Ladner Joel, Sawsan Alshurafa, Nofal Anas, Rana Mohamed, Ammar Malak, Saba Joseph, Audureau Etienne
Department of Epidemiology & Health Promotion, Rouen University Hospital, Rouen, France.
Axios International/ Block 8, No. 12 Blanchardstown, Corporate Park Dublin 15, Ireland.
J Comp Eff Res. 2025 Jun;14(6):e250020. doi: 10.57264/cer-2025-0020. Epub 2025 May 5.

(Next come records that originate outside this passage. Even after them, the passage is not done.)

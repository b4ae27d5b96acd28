"""Which component of the old tool is which of the new one."""

from __future__ import annotations

from collections.abc import Iterator, Sequence
from dataclasses import dataclass

import numpy as np

from moldgen.kernel.measure import bounding_box
from moldgen.model.part import Vector
from moldgen.model.tool import Role
from moldgen.revision.items import MOST_MOVED, SAME_PIN
from moldgen.revision.pairing import nearest_pairs
from moldgen.revision.placing import Placing
from moldgen.revision.tool_record import SteelPart, ToolRecord

PLASTIC = frozenset({Role.PART, Role.SPRUE})
"""No steel: nothing is cut or welded."""

ROUND_PARTS = frozenset({Role.CORE_PIN, Role.EJECTOR_PIN, Role.SIDE_CORE_PIN, Role.ANGLED_PIN})
"""Bought round parts, ground to length: when steel is missing one takes another, nobody welds a pin."""

SMALL_PARTS = ROUND_PARTS | {Role.LOCKING_BLOCK, Role.GUIDE}
"""Components that are made anew sooner than welded (our choice)."""

BLOCKS = frozenset({Role.CAVITY, Role.CORE})
"""Components that fill the block: their outsides say nothing of the part."""


@dataclass(frozen=True)
class Standing:
    """One component at one of its places: `number` counts them; `at` is its position, placed in the new mold [mm].

    Of what is built where it stands, `at` stays the origin.

    name : of this copy, such as "ejector pin 3"
    """

    part: SteelPart
    number: int
    at: Vector
    name: str


@dataclass(frozen=True)
class Match:
    """Components that are one and the same in both tools, and stand alike: places go pairwise."""

    old: SteelPart | None
    new: SteelPart | None
    was: tuple[Standing, ...]
    now: tuple[Standing, ...]

    @property
    def names(self) -> tuple[str, str]:
        """What to call them in the old and in the new tool: the component if all copies are meant, else these."""
        return _called(self.old, self.was), _called(self.new, self.now)

    @property
    def shift(self) -> Vector | None:
        """How far the first stands from where it stood [mm]."""
        if not self.was or not self.now:
            return None
        x, y, z = (b - a for a, b in zip(self.was[0].at, self.now[0].at, strict=True))
        return (x, y, z)


def matched(old: ToolRecord, new: ToolRecord, placing: Placing) -> list[Match]:
    """Return all steel components, matched by role and place, as the new tool lists them; those that are gone last."""
    pairs: list[tuple[Standing | None, Standing | None]] = []
    for role in Role:
        if role in PLASTIC:
            continue
        before = [s for c in old.components if c.role is role for s in _standing(old, c, placing)]
        after = [s for c in new.components if c.role is role for s in _standing(new, c, Placing())]
        placed = role in ROUND_PARTS and all(any(s.at) for s in (*before, *after))  # angled pins are built in place
        pairs += _pinned(before, after) if placed else _built_in(before, after, placing)
    names = dict.fromkeys(c.name for c in (*new.components, *old.components))
    order = {name: n for n, name in enumerate(names)}
    groups: dict[tuple[object, ...], list[tuple[Standing | None, Standing | None]]] = {}
    for was, now in pairs:
        groups.setdefault(_group(was, now), []).append((was, now))
    found = [_match(members) for members in groups.values()]
    return sorted(found, key=lambda m: (m.new is None, order[_either(m).name], (m.now or m.was)[0].number))


def _either(match: Match) -> SteelPart:
    part = match.new or match.old
    if part is None:
        raise LookupError("a match of nothing")
    return part


def _called(part: SteelPart | None, copies: Sequence[Standing]) -> str:
    if part is None:
        return ""
    return part.name if len(copies) == len(part.positions) else ", ".join(c.name for c in copies)


def _standing(tool: ToolRecord, part: SteelPart, placing: Placing) -> Iterator[Standing]:
    for number, at in enumerate(part.positions, start=1):
        # the origin is the place of what is built where it stands: elsewhere it would feign that a half moved
        yield Standing(part, number, placing.point(at) if any(at) else at, tool.pin_at(part, number))


def _group(was: Standing | None, now: Standing | None) -> tuple[object, ...]:
    """Return what members of one group share: both definitions, and how far they moved."""
    shift = None
    if was is not None and now is not None:
        shift = tuple(float(v) + 0.0 for v in np.round(np.subtract(now.at, was.at), 4))
    return (was and was.part.name, now and now.part.name, now is None and was and was.part.role, shift)


def _match(members: Sequence[tuple[Standing | None, Standing | None]]) -> Match:
    was = tuple(w for w, _ in members if w is not None)
    now = tuple(n for _, n in members if n is not None)
    return Match(was[0].part if was else None, now[0].part if now else None, was, now)


def _pinned(before: list[Standing], after: list[Standing]) -> list[tuple[Standing | None, Standing | None]]:
    """Match round parts by their axes: at one place, else equal ones wherever they stand, else the nearest."""
    found: list[tuple[Standing | None, Standing | None]] = []
    before, after = list(before), list(after)

    def take(reach: float, *, alike: bool) -> None:
        gaps = [
            (float(np.hypot(b.at[0] - a.at[0], b.at[1] - a.at[1])), m, n)
            for m, a in enumerate(before)
            for n, b in enumerate(after)
            if not alike or a.part.digest == b.part.digest
        ]
        pairs = nearest_pairs(g for g in gaps if g[0] <= reach)
        found.extend((before[m], after[n]) for m, n in pairs)
        before[:], after[:] = _left(before, after, pairs)

    take(SAME_PIN, alike=False)
    take(float("inf"), alike=True)
    take(MOST_MOVED, alike=False)
    return [*found, *((s, None) for s in before), *((None, s) for s in after)]


def _built_in(
    before: list[Standing], after: list[Standing], placing: Placing
) -> list[tuple[Standing | None, Standing | None]]:
    """Match components that are built where they stand by the middles of their boxes; a block always meets its like."""
    if len(before) == len(after) == 1:
        return [(before[0], after[0])]
    low_high = {s: bounding_box(s.part.solid) for s in (*before, *after)}
    middle = {s: 0.5 * (low + high) for s, (low, high) in low_high.items()}
    for s in before:
        middle[s] = np.array(placing.point(tuple(middle[s])))
    size = {s: float(np.linalg.norm(high - low)) for s, (low, high) in low_high.items()}
    gaps = [
        (float(np.linalg.norm(middle[a] - middle[b])), m, n)
        for m, a in enumerate(before)
        for n, b in enumerate(after)
        if np.linalg.norm(middle[a] - middle[b]) < 0.5 * min(size[a], size[b])
    ]
    pairs = nearest_pairs(gaps)
    gone, come = _left(before, after, pairs)
    return [*((before[m], after[n]) for m, n in pairs), *((s, None) for s in gone), *((None, s) for s in come)]


def _left(
    before: Sequence[Standing], after: Sequence[Standing], pairs: Sequence[tuple[int, int]]
) -> tuple[list[Standing], list[Standing]]:
    """Return those that are in no pair."""
    old, new = {m for m, _ in pairs}, {n for _, n in pairs}
    return [s for m, s in enumerate(before) if m not in old], [s for n, s in enumerate(after) if n not in new]
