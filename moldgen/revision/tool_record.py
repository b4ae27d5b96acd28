"""A tool as an output folder holds it: its components with their STEP files, and what its manifest says."""

from __future__ import annotations

import math
from collections.abc import Mapping
from dataclasses import dataclass, field
from functools import cached_property
from pathlib import Path
from typing import Any

from moldgen.canon import sha256_file
from moldgen.errors import PartError, SpecError
from moldgen.kernel.place import to_part
from moldgen.kernel.step_read import read_assembly
from moldgen.model.part import Box, MoldFrame, Vector, vector
from moldgen.model.tool import Role

SAME_AXIS = 1e-4
"""mm: a pin of the layout whose axis is this near to a component is that component."""

PIN_ROLES = ("ejector_pin", "core_pin")
"""Roles whose copies have names of their own in the layout."""


@dataclass(frozen=True, eq=False)
class SteelPart:
    """One component of a tool: its solid in its own frame is read when it is first asked for."""

    name: str
    role: Role
    material: str
    positions: tuple[Vector, ...]
    file: Path

    @cached_property
    def digest(self) -> str:
        """SHA-256 of its file."""
        return sha256_file(self.file)

    @cached_property
    def solid(self) -> Any:
        """The solid.

        Raises
        ------
        PartError : the file is missing, damaged, or does not hold one solid
        """
        found = read_assembly(self.file)
        if len(found) != 1:
            what = f"{self.file.name} holds {len(found)} solids, expected one"
            raise PartError(what, where=str(self.file), remedy="build the tool again")
        return found[0][1]


@dataclass(frozen=True, eq=False)
class ToolRecord:
    """One output folder. `record` is its manifest; `block` the closed block in its mold frame [mm]."""

    name: str
    record: Mapping[str, Any]
    frame: MoldFrame
    block: Box
    components: tuple[SteelPart, ...] = field(default=())

    def pin_at(self, part: SteelPart, number: int) -> str:
        """Return what the layout calls the copy of a component that stands at its place `number`, counted from 1."""
        x, y, _ = part.positions[number - 1]
        for pin in (*self.record["layout"]["ejector_pins"], *self.record["layout"]["core_pins"]):
            if math.hypot(float(pin["x"]) - x, float(pin["y"]) - y) < SAME_AXIS and part.role.value in PIN_ROLES:
                return str(pin["name"])
        return part.name if len(part.positions) == 1 else f"{part.name} {number}"

    def part_solid(self) -> Any:
        """Return the plastic part in its own coordinates, before shrink.

        Raises
        ------
        PartError : there is none, or its file is damaged
        """
        for component in self.components:
            if component.role is Role.PART:
                return to_part(component.solid, self.frame)
        raise PartError("the tool holds no part", where=self.name, remedy="build the tool again")


def tool_record(folder: Path, record: Mapping[str, Any]) -> ToolRecord:
    """Return the tool of an output folder from its manifest; no STEP file is read yet.

    Raises
    ------
    SpecError : the manifest lacks something
    """
    try:
        shrink, pull = record["shrink"], record["pull"]
        a, b, c = (vector(row) for row in pull["part_to_mold_rotation"])
        frame = MoldFrame(
            (float(shrink["x"]), float(shrink["y"]), float(shrink["z"])), vector(shrink["fixed_point_mm"]), (a, b, c)
        )
        low, high = record["parting"]["block_mm"]
        components = tuple(
            SteelPart(
                str(c["name"]),
                Role(c["role"]),
                str(c["material"]),
                tuple(vector(p) for p in c["positions"]),
                folder / str(c["file"]),
            )
            for c in record["components"]
        )
        name = str(record["part"]["name"])
        for key in ("ejector_pins", "core_pins", "gate"):
            _ = record["layout"][key]
    except (KeyError, TypeError, ValueError) as error:
        what = f"the manifest lacks what a comparison needs: {error!r}"
        raise SpecError(what, where=str(folder), remedy="build the tool again with this version") from error
    return ToolRecord(name, record, frame, (vector(low), vector(high)), components)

To assess the evolution of chronic disease medication adherence factors and identify factors predictive of long-term adherence in the UAE. Patients ≥18 years old; newly diagnosed with one of the following diseases: ankylosing spondylitis, heart failure, multiple sclerosis, psoriasis, or asthma and prescribed long-term medication were followed ≥12 months (M12), then categorized as followed (continued treatment by prescribing physician) or lost to follow-up. Adherence was assessed using the Patient Needs Assessment Tool (PNAT), which is based on the WHO's five dimensional framework. A total of 111 patients were included, 17 (15.3%) were lost of follow-up at M12. Time spent in consultation by medical doctor (MD) (adjusted odds ratio = 6.89, 95% CI = 2.07-12.76) and anxiety and stress level (adjusted odds ratio = 0.18, 95% CI = 0.11-0.67) were significant predictive factors associated with remaining on treatment at M12. Self organizing map methodology identified predictive factors associated with remaining on treatment at M12 as: patient satisfaction with time spent with prescribing MD, patient involvement in treatment decision, disease management ability, satisfaction with support from family/friends, low dependence on others for daily life activities, difficulties joining community activities, and acknowledgement of an influential role of cultural habits/spiritual beliefs. The highest means score differences from M0 to M12 were for difficulties joining community activities (difference [diff] M12-M0 = 1.32, p < 10), role of cultural habits (diff = 1.05, p < 10), role of spiritual beliefs (diff = 1.02, p < 10), patient involved in treatment decision (diff = 0.67, p = 0.007), and memory difficulties (diff = 0.62, p < 10). Socio-economic factors changed most significantly over 12 months. The identified factors may be used to develop strategies to improve patient satisfaction with the time they spend with the prescribing MD as well as reduce stress, each of which may improve medication adherence. Understanding patient behavior and accurately quantifying adherence are essential for improving outcomes for patients prescribed chronic disease medication in Gulf Arabic countries.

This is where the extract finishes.